**PROVIDED RECORDS:**

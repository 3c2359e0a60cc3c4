"""Multi-mode templates: overtones add SNR, and the fitted amplitudes are right."""

from __future__ import annotations

import numpy as np
import pytest
from scipy import stats
from test_search_support import damped_sinusoids, search_triggers, use_reference_qnm, white_data

from ringsearch.search.bank import Bank
from ringsearch.search.correlate import projection_snr

FS = 2048.0


@pytest.fixture(autouse=True)
def _qnm(monkeypatch):
    use_reference_qnm(monkeypatch)


def test_two_overtone_injection_louder_in_n2_bank_and_amplitudes_recovered():
    rng = np.random.default_rng(2026)
    m, chi = 70.0, 0.7
    import ringsearch.search.bank as bank_mod

    f, tau = (np.array(x) for x in zip(*[bank_mod.qnm_f_tau(np.array([m]), np.array([chi]), n)
                                         for n in range(3)], strict=True))
    f, tau = f[:, 0], tau[:, 0]
    # amplitudes of the order found for the (2,2,n) modes of numerical-relativity remnants
    # at the peak (overtones comparable to or larger than the fundamental) # from memory
    amps = np.array([1.0, 1.5 * np.exp(1.0j), 1.0 * np.exp(2.0j)])
    n = int(12 * FS)
    start = 6.0
    h = damped_sinusoids(n, FS, start, f, tau, amps)
    freqs = np.fft.rfftfreq(n, 1 / FS)
    band = (freqs >= 20) & (freqs <= 900)
    hw = np.fft.irfft(np.fft.rfft(h) * band, n)
    scale = 40.0 / np.sqrt(np.sum(hw * hw))  # optimal SNR 40
    cond = white_data(12.0, FS, rng, f_high=900.0, signal=h * scale)
    box = dict(mass=(55.0, 85.0), spin=(0.55, 0.85), f_high=900.0, seed=3)
    bank0 = Bank.from_box(n_overtones=0, **box)
    bank2 = Bank.from_box(n_overtones=2, **box)
    t0 = search_triggers(cond, bank0, 8.0)
    t2 = search_triggers(cond, bank2, 8.0)
    l0, l2 = t0.loc[t0.snr.idxmax()], t2.loc[t2.snr.idxmax()]
    assert abs(l2.gps - (cond.t0 + start)) < 0.01
    # N = 2 captures the overtones' power; one damped sinusoid absorbs most but not all of
    # it (here ~4 % of the SNR).  Both searches see the same noise, so the difference
    # fluctuates far less than one unit of SNR: require 0.5.
    assert l2.snr > l0.snr + 0.5
    assert l2.snr == pytest.approx(40.0, abs=4.0)
    # amplitudes at the true template and start time: ML estimate with covariance G^{-1},
    # so (a_hat - a)^T G (a_hat - a) ~ chi2(6) (Fisher; linear model, Gaussian noise).
    r = projection_snr(cond, f, tau, cond.t0 + start)
    est = np.column_stack([r["amplitudes"].real, r["amplitudes"].imag]).ravel()
    true = np.column_stack([(amps * scale).real, (amps * scale).imag]).ravel()
    d = est - true
    # false-failure probability 1e-3 for this fixed seed
    assert d @ r["gram"] @ d < stats.chi2(6).isf(1e-3)
    # and the fit is informative: the fundamental is measured to better than 25 %
    sd = np.sqrt(np.diag(np.linalg.inv(r["gram"])))
    assert sd[0] < 0.25 * abs(amps[0] * scale)
    # the trigger's fitted amplitudes are on the same scale as the injected ones
    assert l2.amp220_abs == pytest.approx(abs(amps[0] * scale), rel=0.5)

**EXERCISE OBJECTIVE:** Your reply should consist of all the records, restated exactly.

**SOLUTION:**
repository 3c2359e0a60cc3c4
"""Multi-mode templates: overtones add SNR, and the fitted amplitudes are right."""

from __future__ import annotations

import numpy as np
import pytest
from scipy import stats
from test_search_support import damped_sinusoids, search_triggers, use_reference_qnm, white_data

from ringsearch.search.bank import Bank
from ringsearch.search.correlate import projection_snr

FS = 2048.0


@pytest.fixture(autouse=True)
def _qnm(monkeypatch):
    use_reference_qnm(monkeypatch)


def test_two_overtone_injection_louder_in_n2_bank_and_amplitudes_recovered():
    rng = np.random.default_rng(2026)
    m, chi = 70.0, 0.7
    import ringsearch.search.bank as bank_mod

    f, tau = (np.array(x) for x in zip(*[bank_mod.qnm_f_tau(np.array([m]), np.array([chi]), n)
                                         for n in range(3)], strict=True))
    f, tau = f[:, 0], tau[:, 0]
    # amplitudes of the order found for the (2,2,n) modes of numerical-relativity remnants
    # at the peak (overtones comparable to or larger than the fundamental) # from memory
    amps = np.array([1.0, 1.5 * np.exp(1.0j), 1.0 * np.exp(2.0j)])
    n = int(12 * FS)
    start = 6.0
    h = damped_sinusoids(n, FS, start, f, tau, amps)
    freqs = np.fft.rfftfreq(n, 1 / FS)
    band = (freqs >= 20) & (freqs <= 900)
    hw = np.fft.irfft(np.fft.rfft(h) * band, n)
    scale = 40.0 / np.sqrt(np.sum(hw * hw))  # optimal SNR 40
    cond = white_data(12.0, FS, rng, f_high=900.0, signal=h * scale)
    box = dict(mass=(55.0, 85.0), spin=(0.55, 0.85), f_high=900.0, seed=3)
    bank0 = Bank.from_box(n_overtones=0, **box)
    bank2 = Bank.from_box(n_overtones=2, **box)
    t0 = search_triggers(cond, bank0, 8.0)
    t2 = search_triggers(cond, bank2, 8.0)
    l0, l2 = t0.loc[t0.snr.idxmax()], t2.loc[t2.snr.idxmax()]
    assert abs(l2.gps - (cond.t0 + start)) < 0.01
    # N = 2 captures the overtones' power; one damped sinusoid absorbs most but not all of
    # it (here ~4 % of the SNR).  Both searches see the same noise, so the difference
    # fluctuates far less than one unit of SNR: require 0.5.
    assert l2.snr > l0.snr + 0.5
    assert l2.snr == pytest.approx(40.0, abs=4.0)
    # amplitudes at the true template and start time: ML estimate with covariance G^{-1},
    # so (a_hat - a)^T G (a_hat - a) ~ chi2(6) (Fisher; linear model, Gaussian noise).
    r = projection_snr(cond, f, tau, cond.t0 + start)
    est = np.column_stack([r["amplitudes"].real, r["amplitudes"].imag]).ravel()
    true = np.column_stack([(amps * scale).real, (amps * scale).imag]).ravel()
    d = est - true
    # false-failure probability 1e-3 for this fixed seed
    assert d @ r["gram"] @ d < stats.chi2(6).isf(1e-3)
    # and the fit is informative: the fundamental is measured to better than 25 %
    sd = np.sqrt(np.diag(np.linalg.inv(r["gram"])))
    assert sd[0] < 0.25 * abs(amps[0] * scale)
    # the trigger's fitted amplitudes are on the same scale as the injected ones
    assert l2.amp220_abs == pytest.approx(abs(amps[0] * scale), rel=0.5)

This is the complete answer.